Kamis, 05 Sep 2019, 14:00:07 WIB, 2 View Tim Redaksi, Kategori : News
Seluruh Fraksi Sepakat, Revisi UU KPK Selesai Dalam 3 Pekan - Gudang Berita Viral

gudangberitaviral.com – Badan Legislasi DPR RI menargetkan revisi Undang-Undang Nomor 30 Tahun 2002 tentang Komisi Pemberantasan Tindak Pidana Korupsi (UU KPK) bisa selesai dalam tiga pekan. Hal ini menyusul telah disepakatinya revisi UU KPK dalam sidang paripurna di Nusantara II, Senayan, Jakarta Pusat, Kamis (5/8).

Anggota Baleg DPR Hendrawan Supratikno bertekad mempercepat pembahasan revisi itu sehingga bisa selesai sebelum masa jabatan DPR periode 2014-2019 habis pada 30 September mendatang. Dia meyakini, revisi UU ini bisa selesai dalam waktu singkat karena seluruh fraksi sudah satu suara.



“Ada tekad untuk menyelesaikan masa sidang ini,” kata Hendrawan di Kompleks Parlemen, Senayan, Jakarta, Kamis (5/9).

Sebab dalam rapat paripurna, kata Hendrawan, seluruh fraksi telah bertekad untuk menyelesaikan revisi UU KPK. Sikap optimisnya ini muncul karena DPR sudah melakukan koordinasi dengan pemerintah.

“Nanti kita lihat (sikap pemerintah). Sebenarnya revisi ini sudah disepakati DPR dan pemerintah makanya masuk Prolegnas,” ucap Hendrawan.

Sementara itu, Wakil Ketua Komisi III DPR RI Desmond J Mahesa, mengklaim revisi Undang-Undang Nomor 30 Tahun 2002 tentang Komisi Pemberantasan Tindak Pidana Korupsi (UU KPK) bukan untuk melemahkan lembaga antirasuah.
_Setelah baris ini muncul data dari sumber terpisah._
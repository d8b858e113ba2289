"""A mesh bed: the bed channels of a tree joined by rows of straight cross-connections.

``[bed] kind = "mesh"`` (see :mod:`chipflow.spec.tree`) keeps the tree and its bed channels
and adds, every ``cross_pitch`` along the straight part of the bed, a *row* of
cross-connections: at one x, every pair of neighbouring bed channels is joined by a short
straight channel of ``cross_width`` (the bed's depth) across the wall between them, like the
anastomoses of a capillary bed.

How it is drawn and counted (one drawing engine, :mod:`chipflow.layout.engine`):

- Each bed channel becomes a chain of *segments* between its cross-connection nodes (role
  "bed", named ``bed<n>.<i>.<k>``: bed channel ``i``, segment ``k`` from the inlet side); the
  first and last segments carry the channel's fork from and into the tree, the others are
  straight runs of one pitch. The segments of one channel add up exactly to the bed channel
  it would be without the mesh.
- Each cross-connection is a channel of its own, role "cross", no generation, named
  ``cross<r>.<i>`` (row ``r``, from bed channel ``i`` to ``i + 1``), drawn from the axis of
  one bed channel to the axis of the next (flow from ``i`` to ``i + 1`` is positive).
- Where a row meets a bed channel there is a junction piece: a T at the outermost channels, a
  cross (four arms) at the others. Each is a :class:`~chipflow.layout.pieces.JunctionKey`
  solved once in 2D as an N-port; its equivalent lengths go to the segments and
  cross-connections meeting there (:mod:`chipflow.layout.extract`), as for every junction.
- The rows are centred on the straight part of the bed, ``cross_pitch`` apart (rounded to the
  mask grid), as many as fit while the outermost rows keep ``2 * STUB_WIDTHS`` widths of
  straight channel from the ends of the straight part (so no row's junction reaches the arcs
  of the tree's forks, and the 2D pieces on either side do not overlap). Every row's x puts
  the cross-connections' walls on the grid.

A bed folded into a serpentine (``max_straight_length``, or a chip too short for a straight
bed) is not meshed: the build refuses it in one line.
"""

from __future__ import annotations

import dataclasses
import math

import numpy as np

from chipflow.errors import LayoutError
from chipflow.layout.junctions import STUB_WIDTHS
from chipflow.layout.pieces import junction_key
from chipflow.layout.plan import drawn_width, half_offset
from chipflow.layout.sketch import ChannelGroup, PieceSpec, Sketch
from chipflow.layout.trace import trace

__all__ = ["mesh_sketch", "CROSS_ROLE", "mesh_rows"]

#: Role of a cross-connection in the network, channels.csv and results.json.
CROSS_ROLE = "cross"


def mesh_rows(
    body_start: float, body_length: float, pitch: float, width: float, bed_width: float,
    grid: float,
) -> tuple[np.ndarray, float]:  # fmt: skip
    """The x of every row of cross-connections [m] and the drawn pitch [m].

    Parameters
    ----------
    body_start, body_length : float
        Where the straight part of the bed channels starts along x, and its length [m].
    pitch, width : float
        ``cross_pitch`` and the drawn ``cross_width`` [m].
    bed_width : float
        Drawn width of the bed channels [m].
    grid : float
        Mask grid [m].

    Returns
    -------
    x : numpy.ndarray
        (m,) row positions, centred on the straight part, each with the cross-connections'
        walls on the grid [m].
    pitch : float
        The pitch rounded to the grid [m].

    Raises
    ------
    LayoutError
        When not one row fits.

    >>> x, p = mesh_rows(0.0, 3e-3, 1e-3, 40e-6, 50e-6, 1e-6)
    >>> np.round(x * 1e6, 6).tolist(), round(p * 1e6, 6)
    ([500.0, 1500.0, 2500.0], 1000.0)
    """
    clear = 2 * STUB_WIDTHS * max(width, bed_width)
    drawn = max(round(pitch / grid), 1) * grid
    room = body_length - 2 * clear
    if room < 0:
        raise LayoutError(
            f"[bed] cross_pitch: the straight part of the bed channels is "
            f"{body_length * 1e3:.4g} mm long, too short for a row of cross-connections "
            f"{clear * 1e6:.4g} um clear of both its ends; make the bed longer"
        )
    m = int(math.floor(room / drawn + 1e-9)) + 1
    first = body_start + body_length / 2 - (m - 1) * drawn / 2
    ho = half_offset(width, grid)
    first = round((first - ho) / grid) * grid + ho
    return first + drawn * np.arange(m), drawn


def _junction(arms: list[tuple]) -> tuple:
    key, order, rotation, mirror = junction_key([(h, w, d, ()) for h, w, d, _ in arms])
    return PieceSpec("junction", key, tuple(arms[o][3] for o in order), rotation, mirror)


def mesh_sketch(
    sketch: Sketch,
    bed: int,
    halves: list[list[tuple]],
    theta: np.ndarray,
    offsets: np.ndarray,
    body_start: float,
    body_length: float,
    pitch: float,
    cross_width: float,
) -> Sketch:
    """``sketch`` (a tree's) with its bed channels joined by rows of cross-connections.

    Parameters
    ----------
    sketch : Sketch
        The tree's sketch; its group ``bed`` holds the bed channels, one template per child
        of the last split (``half + body + half[::-1]``).
    bed : int
        Index of the bed group.
    halves : list of list
        Per child ``j`` of the last split, the pieces from the split's node to the straight
        part of the bed (the last one a straight run).
    theta : numpy.ndarray
        (s,) heading of each child at the split's node [rad].
    offsets : numpy.ndarray
        (s,) sideways offset of each child's straight part from its parent's axis [m].
    body_start, body_length : float
        x of the straight part's start from the split's node, and its length [m].
    pitch, cross_width : float
        ``[bed] cross_pitch`` and ``cross_width`` [m].

    Returns
    -------
    Sketch
        The bed group replaced by the bed segments, a group of cross-connections added after
        it, the row nodes (``mesh<r>.<i>``) and their junction pieces added.
    """
    rules = sketch.rules
    grid = rules.grid
    tol = grid / 4
    g = sketch.groups[bed]
    s = len(halves)
    count = g.size
    width = drawn_width(cross_width, grid)
    warnings = list(sketch.warnings)
    if not math.isclose(width, cross_width, rel_tol=0, abs_tol=1e-12):
        warnings.append(
            f"[bed] cross_width {cross_width * 1e6:.4g} um is not a whole number of "
            f"{grid * 1e6:g} um grid steps; drawn and solved {width * 1e6:.4g} um wide"
        )
    parent_xy = sketch.node_xy[g.node_a]
    x0 = float(parent_xy[0, 0]) + body_start
    x, drawn = mesh_rows(x0, body_length, pitch, width, g.width, grid)
    if not math.isclose(drawn, pitch, rel_tol=0, abs_tol=1e-12):
        warnings.append(
            f"[bed] cross_pitch {pitch * 1e6:.6g} um drawn as {drawn * 1e6:.6g} um, a whole "
            f"number of {grid * 1e6:g} um grid steps"
        )
    reach = 2 * STUB_WIDTHS * max(width, g.width)
    if drawn < reach - 1e-12:
        warnings.append(
            f"[bed] cross_pitch {drawn * 1e6:.4g} um is shorter than {reach * 1e6:.4g} um "
            "(the reach of two junction pieces): neighbouring rows' junctions interact, which "
            "their separately solved corrections do not count"
        )
    m = x.size
    j = np.asarray(g.variant, dtype=int)
    y = parent_xy[:, 1] + np.asarray(offsets, dtype=float)[j]
    if np.any(np.diff(y) <= 0):
        raise LayoutError("mesh bed: the bed channels are not in order across the bed")
    n0 = len(sketch.node_names)
    row_xy = np.column_stack((np.tile(x, count), np.repeat(y, m)))  # node (i, r): n0 + i m + r
    names = [f"mesh{r}.{i}" for i in range(count) for r in range(m)]

    # bed segments: first (template j), middle (template s), last (template s + 1 + j)
    templates = []
    for jj in range(s):  # loop over the children of the last split
        half = halves[jj]
        run = float(half[-1][1]) + (x[0] - x0)
        templates.append(trace(float(theta[jj]), [*half[:-1], ("L", run)], tol))
    templates.append(trace(0.0, [("L", drawn)], tol))
    for jj in range(s):
        back = halves[jj][::-1]
        run = float(back[0][1]) + (x0 + body_length - x[-1])
        templates.append(trace(0.0, [("L", run), *back[1:]], tol))
    i = np.repeat(np.arange(count), m + 1)
    k = np.tile(np.arange(m + 1), count)
    node = n0 + i * m  # the channel's first row node
    variant = np.where(k == 0, j[i], np.where(k == m, s + 1 + j[i], s))
    start = np.where((k == 0)[:, None], parent_xy[i], row_xy[np.clip(node + k - 1 - n0, 0, None)])
    node_a = np.where(k == 0, g.node_a[i], node + k - 1)
    node_b = np.where(k == m, g.node_b[i], node + k)
    seg_names = tuple(f"bed{g.generation}.{a}.{b}" for a, b in zip(i, k, strict=True))
    segments = dataclasses.replace(
        g,
        templates=tuple(templates),
        variant=variant,
        start=start,
        node_a=node_a,
        node_b=node_b,
        index=i,
        names=seg_names,
    )
    # cross-connections: row r joins channel i to i + 1 (one template per distinct spacing)
    ci = np.tile(np.arange(count - 1), m)
    cr = np.repeat(np.arange(m), count - 1)
    dy = np.round(y[1:] - y[:-1], 12)
    spans, which = np.unique(dy, return_inverse=True)
    cross = ChannelGroup(
        templates=tuple(trace(math.pi / 2, [("L", float(d))], tol) for d in spans),
        width=width,
        depth=g.depth,
        role=CROSS_ROLE,
        generation=-1,
        variant=which[ci],
        start=row_xy[ci * m + cr],
        node_a=n0 + ci * m + cr,
        node_b=n0 + (ci + 1) * m + cr,
        index=np.arange(ci.size),
        names=tuple(f"cross{r}.{a}" for r, a in zip(cr, ci, strict=True)),
    )
    groups = list(sketch.groups)
    groups[bed] = segments
    groups.insert(bed + 1, cross)
    c = bed + 1

    def shifted(arms):  # groups after the bed moved by one; the merge side's last segments
        out = []
        for gi, v, end in arms:
            if gi == bed and end == 1 and v >= 0:
                v = s + 1 + v
            out.append((gi + 1 if gi > bed else gi, v, end))
        return tuple(out)

    pieces = [
        None if p is None else dataclasses.replace(p, arms=shifted(p.arms))
        for p in (sketch.pieces or ())
    ]
    # the junctions of the rows: a T at the outermost channels, a cross between
    w, d = g.width, g.depth
    bed_in = (math.pi, w, d, (bed, -1, 1))
    bed_out = (0.0, w, d, (bed, -1, 0))
    up = (math.pi / 2, width, d, (c, -1, 0))
    down = (-math.pi / 2, width, d, (c, -1, 1))
    first_class = len(pieces)
    pieces += [_junction([bed_in, bed_out, up]), _junction([bed_in, bed_out, down])]
    kind = np.zeros(count, dtype=int)
    kind[-1] = 1
    if count > 2:
        pieces.append(_junction([bed_in, bed_out, up, down]))
        kind[1:-1] = 2
    node_class = np.full(n0 + count * m, -1)
    if sketch.node_class is not None:
        node_class[:n0] = sketch.node_class
    node_class[n0:] = first_class + np.repeat(kind, m)
    notes = (
        *sketch.notes,
        f"mesh bed: {m} row(s) of cross-connections {drawn * 1e6:.6g} um apart joining the "
        f"{count} bed channels ({m * (count - 1)} cross-connections {width * 1e6:.4g} um wide)",
    )
    return dataclasses.replace(
        sketch,
        node_xy=np.vstack((sketch.node_xy, row_xy)),
        node_names=(*sketch.node_names, *names),
        groups=tuple(groups),
        node_class=node_class,
        pieces=tuple(pieces),
        warnings=tuple(warnings),
        notes=notes,
    )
Dia menilai, beberapa pasal yang direvisi bertujuan untuk memberikan kepastian terhadap hukum.

Salah satu poin yang bakal direvisi adalah terkait surat penghentian penyidikan perkara atau SP3. Sebab, KPK tidak mengenal SP3 karena tidak ada dalam UU KPK. Politikus Gerindra ini menyebut, sebagai negara hukum sepantasnya diberikan kepastian hukum kepada warga negara.

“Dalam negara hukum harus ada SP3 karena ini bicara tentang kepastian hukum. Kalau ada pesan ini melemahkan kan dalam negara hukum harus ada kepastian hukum, kecuali Indonesia UU kita tidak bicara tentang negara hukum,” ucap Desmond.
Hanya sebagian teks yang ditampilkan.